In sede di approvazione, è stata invece soppressa la disposizione che prevedeva, a decorrere dal 1° luglio 2026, il divieto di utilizzo in compensazione nel Mod. F24 ai fini del pagamento dei debiti relativi a contributi previdenziali, assistenziali e contro gli infortuni sul lavoro e le malattie professionali di cui all’art. 17, comma 2, lett. e), f) es), D. Lgs. N. 241/1997 per la generalità dei contribuenti con riferimento ai crediti d’imposta diversi da quelli emergenti dalla liquidazione delle imposte, compresi quelli relativi ai crediti d’imposta trasferiti a soggetti diversi dal titolare originario.
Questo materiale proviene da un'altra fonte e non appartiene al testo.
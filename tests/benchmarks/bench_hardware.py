"""Hardware targets of issue 5, measured with Yosys and nextpnr-ice40 (not collected by pytest).

    python tests/benchmarks/bench_hardware.py            # the table, QPSK .. 4096-QAM
    python tests/benchmarks/bench_hardware.py --orders 4,16,256
    python tests/benchmarks/bench_hardware.py --calibrate   # re-measure timing.CALIBRATION's primitives

Targets: II = 1 at every order (the manifest's initiation interval; the RTL tests prove it in
simulation); 256-QAM maxlog demapper LUTs <= 1/3 of the brute-force reference at the same
widths; 4096-QAM synthesizes and places; demapper LUTs about linear in log2(M); every module's
Fmax >= 80 % of a bare registered adder of the demapper's internal width, with the pipeline the
generator picks (stages = 0: one register per step).
"""

from __future__ import annotations

import argparse
import datetime
import sys
import tempfile
import time
from pathlib import Path

from qamsmith import estimate
from qamsmith.spec import DesignSpec


def bench(orders: list[int], seed: int) -> int:
    tools = estimate.find_tools()
    print(f"# {datetime.date.today()} {tools.versions['yosys']}; {tools.versions.get('nextpnr-ice40')}; "
          f"part {estimate.PART['device']} {estimate.PART['package']}, seed {seed}")
    print("| M | log2 M | demapper iCE40 LUTs | LUTs / log2 M | FFs | latency | II | demapper Fmax | "
          "mapper LUTs | mapper Fmax | adder (bits) Fmax | demapper / adder | mapper / adder | brute LUTs | maxlog / brute | s |")
    print("|---" * 16 + "|")
    misses = 0
    with tempfile.TemporaryDirectory() as tmp:
        for order in orders:
            t0 = time.monotonic()
            spec = DesignSpec(name=f"bench-{order}").with_settings({"constellation.order": order})
            src = estimate.build_source(spec, Path(tmp))
            # the brute-force reference only where the target is defined (256) and cheap enough
            res = estimate.estimate(src, flows=("ice40",), references=True, seed=seed, tools=tools,
                                    progress=None) if order == 256 else _no_brute(src, tools, seed)
            dm, mp = res["modules"]["demapper"], res["modules"]["mapper"]
            ad = res["references"]["adder"]
            k = order.bit_length() - 1
            br = res["references"].get("bruteforce_demapper", {})
            brute = br.get("flows", {}).get("ice40", {}).get("luts")
            ratio = br.get("maxlog_lut_ratio", {}).get("ice40")
            luts = dm["flows"]["ice40"]["luts"]
            print(f"| {order} | {k} | {luts} | {luts / k:.0f} | {dm['flows']['ice40']['ffs']} | {dm['latency_cycles']} | "
                  f"{dm['initiation_interval']} | {dm['fmax_mhz']:.1f} | {mp['flows']['ice40']['luts']} | "
                  f"{mp['fmax_mhz']:.1f} | {ad['fmax_mhz']:.1f} ({ad['width']}) | {dm['fmax_vs_adder']:.2f} | "
                  f"{mp['fmax_vs_adder']:.2f} | {brute if brute is not None else '-'} | "
                  f"{f'{ratio:.3f}' if ratio is not None else '-'} | {time.monotonic() - t0:.0f} |", flush=True)
            misses += sum(1 for f in (dm, mp) if f["fmax_vs_adder"] < 0.8) + (ratio is not None and ratio > 1 / 3)
            misses += sum(1 for f in (dm, mp) if f["initiation_interval"] != 1)
    print(f"# targets missed: {misses}")
    return 0


def _no_brute(src: estimate.Source, tools: estimate.Tools, seed: int) -> dict:
    """The estimate with the adder reference only (the brute force grows with M)."""
    res = estimate.estimate(src, flows=("ice40",), references=False, seed=seed, tools=tools)
    design = estimate.derive(src.spec)
    with tempfile.TemporaryDirectory() as tmp:
        work = Path(tmp)
        ctx = estimate.adder_context(design)
        path = work / f"{ctx['name']}.v"
        path.write_text(estimate.render("ref_adder.v.j2", ctx))
        ports = estimate.ports_of(tools, [path], ctx["name"], cwd=work, work=work)
        adder = {"width": ctx["width"], **estimate.place_route(tools, [path], ctx["name"], ports, cwd=work,
                                                               work=work, seed=seed)}
    res["references"] = {"adder": adder}
    estimate._ratios(res)
    return res


def calibrate(seed: int) -> int:
    """Registered adders, LUT4 chains and LUT multipliers: the primitives of timing.CALIBRATION."""
    tools = estimate.find_tools()
    print(f"# {datetime.date.today()} {tools.versions['yosys']}; {tools.versions.get('nextpnr-ice40')}")
    with tempfile.TemporaryDirectory() as tmp:
        work = Path(tmp)

        def run(name: str, text: str) -> float:
            path = work / f"{name}.v"
            path.write_text(text)
            ports = estimate.ports_of(tools, [path], name, cwd=work, work=work)
            return estimate.place_route(tools, [path], name, ports, cwd=work, work=work, seed=seed)["fmax_mhz"]

        for w in (4, 8, 12, 16, 24, 32):
            f = run(f"add{w}", estimate.render("ref_adder.v.j2", {"name": f"add{w}", "width": w, "banner": "//"}))
            print(f"adder {w} bits: {f:.2f} MHz, {1000 / f:.3f} ns")
        for n in (1, 2, 4, 6):
            body = "\n".join(f"  wire [15:0] l{j + 1} = {{l{j}[14:0], l{j}[15]}} ^ (l{j} & {{l{j}[13:0], l{j}[15:14]}})"
                             f" ^ {{l{j}[12:0], l{j}[15:13]}};" for j in range(n))
            f = run(f"lut{n}", f"module lut{n}(input wire aclk, input wire [15:0] a, output wire [15:0] s);\n"
                    f" reg [15:0] ar = 0, sr = 0; wire [15:0] l0 = ar;\n{body}\n"
                    f" always @(posedge aclk) begin ar <= a; sr <= l{n}; end\n assign s = sr;\nendmodule\n")
            print(f"LUT4 chain {n} levels: {f:.2f} MHz, {1000 / f:.3f} ns")
        for a, b in ((3, 12), (4, 14), (5, 16), (7, 18), (8, 20)):
            f = run(f"mul{a}x{b}", f"module mul{a}x{b}(input wire aclk, input wire [{a - 1}:0] x, input wire [{b - 1}:0] y,"
                    f" output wire [{a + b - 1}:0] p);\n reg signed [{a - 1}:0] xr = 0; reg signed [{b - 1}:0] yr = 0;"
                    f" reg signed [{a + b - 1}:0] pr = 0;\n always @(posedge aclk) begin xr <= x; yr <= y; pr <= xr * yr; end\n"
                    f" assign p = pr;\nendmodule\n")
            print(f"multiply {a}x{b}: {f:.2f} MHz, {1000 / f:.3f} ns")
    return 0


def main() -> int:
    ap = argparse.ArgumentParser(description=__doc__.splitlines()[0])
    ap.add_argument("--orders", default="4,16,64,256,1024,4096")
    ap.add_argument("--seed", type=int, default=estimate.SEED)
    ap.add_argument("--calibrate", action="store_true")
    args = ap.parse_args()
    if args.calibrate:
        return calibrate(args.seed)
    return bench([int(o) for o in args.orders.split(",")], args.seed)


if __name__ == "__main__":
    sys.exit(main())
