"""Model throughput benchmark: symbols/s of the bit-exact mapper and demappers per order, on one core.

    python tests/benchmarks/bench_model.py [--orders 4 16 256] [--chunk-log2 18] [--repeat 9] [--json out.json]

Steady state: each case is warmed up, then timed in `--repeat` samples (each at least 50 ms of
back-to-back calls on one chunk of symbols), and the median per call is reported (symbols per
second = chunk / median time). The chunk (2^18 symbols by default)
keeps the per-axis demapper tables in cache. In the same run the float exact log-MAP reference
(`model.llr_exact`, on a smaller chunk: it holds an N x sqrt(M) distance matrix per axis) is timed,
and the table gives the ratio maxlog / exact. Thread pools are limited to one thread and the process
is pinned to one CPU before numpy is imported. Not collected by pytest (file name bench_*.py).
"""

from __future__ import annotations

import os

for _var in ("OMP_NUM_THREADS", "OPENBLAS_NUM_THREADS", "MKL_NUM_THREADS", "NUMEXPR_NUM_THREADS"):
    os.environ[_var] = "1"

import argparse  # noqa: E402
import json  # noqa: E402
import platform  # noqa: E402
import statistics  # noqa: E402
import time  # noqa: E402
from typing import Callable  # noqa: E402

import numpy as np  # noqa: E402

from qamsmith import __version__  # noqa: E402
from qamsmith.model import demap, derive, llr_exact, map_bits, quantize_input  # noqa: E402
from qamsmith.spec import ConstellationSpec, DemapperSpec, DesignSpec  # noqa: E402

ORDERS = (4, 16, 64, 256, 1024, 4096)
TARGET = (256, "maxlog", 20e6)        # issue 2: bit-exact maxlog demap of 256-QAM >= 20 M symbols/s, one core


def _median_time(fn: Callable[[], object], repeat: int, min_sample: float = 0.05) -> float:
    """Median wall time of one fn() call in seconds: warm up, then `repeat` samples of >= min_sample s each."""
    t0 = time.perf_counter()
    fn()
    number = max(1, int(min_sample / max(time.perf_counter() - t0, 1e-9)))
    times = []
    for _ in range(repeat):
        t0 = time.perf_counter()
        for _ in range(number):
            fn()
        times.append((time.perf_counter() - t0) / number)
    return statistics.median(times)


def _spec(order: int, labeling: str, algorithm: str) -> DesignSpec:
    """The default widths (12-bit I/Q in and out, 8-bit LLRs) at this order."""
    return DesignSpec(name="bench", constellation=ConstellationSpec(order=order, labeling=labeling),
                      demapper=DemapperSpec(algorithm=algorithm))


def bench_order(order: int, labeling: str, chunk: int, exact_chunk: int, repeat: int, seed: int) -> dict:
    """Throughputs (symbols/s) of map_bits, demap (maxlog, folded, hard) and llr_exact at one order."""
    rng = np.random.default_rng(seed)
    designs = {alg: derive(_spec(order, labeling, alg)) for alg in ("maxlog", "folded", "hard")}
    d = designs["maxlog"]
    k = d.bits
    bits = rng.integers(0, 2, (chunk, k), dtype=np.int8)
    ci, cq = map_bits(d, bits)
    x = (ci + 1j * cq) * d.mapper_lsb
    n0 = 10 ** (-(3 * k + 3) / 10)                       # roughly the order's operating Es/N0
    y = x + (rng.standard_normal(chunk) + 1j * rng.standard_normal(chunk)) * np.sqrt(n0 / 2)
    i, q = quantize_input(d, y)
    ye = y[:exact_chunk]
    rates = {"map_bits": chunk / _median_time(lambda: map_bits(d, bits), repeat)}
    for alg, des in designs.items():
        rates[f"demap_{alg}"] = chunk / _median_time(lambda des=des: demap(des, i, q), repeat)
    rates["llr_exact"] = exact_chunk / _median_time(lambda: llr_exact(d, ye, n0), max(3, repeat // 3))
    rates["maxlog_over_exact"] = rates["demap_maxlog"] / rates["llr_exact"]
    return rates


def _cpu_model() -> str:
    try:
        with open("/proc/cpuinfo", encoding="utf-8") as fh:
            for line in fh:
                if line.startswith("model name"):
                    return line.split(":", 1)[1].strip()
    except OSError:
        pass
    return platform.processor() or "unknown"


def main(argv: list[str] | None = None) -> int:
    ap = argparse.ArgumentParser(description=__doc__.split("\n\n")[0])
    ap.add_argument("--orders", type=int, nargs="+", default=list(ORDERS), help="orders to measure")
    ap.add_argument("--labeling", default="gray", help="labeling (default gray)")
    ap.add_argument("--chunk-log2", type=int, default=18, help="symbols per timed call, log2 (default 18)")
    ap.add_argument("--exact-chunk-log2", type=int, default=14, help="symbols per llr_exact call, log2 (default 14)")
    ap.add_argument("--repeat", type=int, default=9, help="timed calls per case; the median is reported")
    ap.add_argument("--cpu", type=int, default=None, help="CPU to pin to (default: the first one allowed)")
    ap.add_argument("--seed", type=int, default=2026)
    ap.add_argument("--json", default=None, help="also write the figures to this JSON file")
    args = ap.parse_args(argv)

    pinned = None
    if hasattr(os, "sched_setaffinity"):
        cpu = args.cpu if args.cpu is not None else min(os.sched_getaffinity(0))
        os.sched_setaffinity(0, {cpu})
        pinned = cpu
    chunk, exact_chunk = 1 << args.chunk_log2, 1 << args.exact_chunk_log2
    print(f"qamsmith {__version__}, numpy {np.__version__}, Python {platform.python_version()}")
    print(f"CPU: {_cpu_model()} (pinned to CPU {pinned}, 1 thread)")
    print(f"labeling {args.labeling}; chunk {chunk} symbols (llr_exact: {exact_chunk}); median of {args.repeat} samples")
    print("default widths: 12-bit I/Q in and out, input fraction 4, 8-bit LLRs\n")
    cols = ("map_bits", "demap_maxlog", "demap_folded", "demap_hard", "llr_exact")
    print(f"{'order':>6} " + " ".join(f"{c:>13}" for c in cols) + f" {'maxlog/exact':>13}")
    print(f"{'':>6} " + " ".join(f"{'Msym/s':>13}" for _ in cols))
    results = {}
    for order in args.orders:
        r = bench_order(order, args.labeling, chunk, exact_chunk, args.repeat, args.seed + order)
        results[str(order)] = r
        print(f"{order:>6} " + " ".join(f"{r[c] / 1e6:>13.2f}" for c in cols) + f" {r['maxlog_over_exact']:>12.0f}x")
    order, alg, target = TARGET
    verdict = None
    if str(order) in results:
        got = results[str(order)][f"demap_{alg}"]
        verdict = got >= target
        print(f"\ntarget: {alg} demap of {order}-QAM >= {target / 1e6:.0f} M symbols/s on one core: "
              f"{got / 1e6:.1f} M symbols/s, {'met' if verdict else 'MISSED'}")
    if args.json:
        doc = {"qamsmith": __version__, "numpy": np.__version__, "python": platform.python_version(),
               "cpu": _cpu_model(), "pinned_cpu": pinned, "labeling": args.labeling, "chunk": chunk,
               "exact_chunk": exact_chunk, "repeat": args.repeat, "symbols_per_s": results,
               "target_met": verdict}
        with open(args.json, "w", encoding="utf-8") as fh:
            json.dump(doc, fh, indent=2, sort_keys=True)
            fh.write("\n")
    return 0


if __name__ == "__main__":
    raise SystemExit(main())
Pertanto in deroga all’articolo 8, comma 1, della legge 27 luglio 2000, n. 212, per i contribuenti che abbiano iscrizioni a ruolo per imposte erariali e relativi accessori, nonché iscrizioni a ruolo o carichi affidati agli agenti della riscossione relativi ad atti comunque emessi dall’Agenzia delle entrate in base alle norme vigenti, ivi compresi quelli per atti di recupero emessi ai sensi dell’articolo 1, commi da 421 a 423 , della legge 30 dicembre 2004, n. 311, e dell’articolo 38-bis del decreto del Presidente della Repubblica 29 settembre 1973, n. 600, per importi complessivamente superiori a euro 50.000 ( precedente = 100.000), per i quali i termini di pagamento siano scaduti e non siano in essere provvedimenti di sospensione, è esclusa la facoltà di avvalersi della compensazione di cui all’articolo 17 del D.Lgs. 9 luglio 1997, n. 241, fatta eccezione per i crediti indicati alle lettere e), f) e g) del comma 2 del medesimo articolo 17.
La previsione non opera con riferimento alle somme oggetto di piani di rateazione per i quali non sia intervenuta decadenza.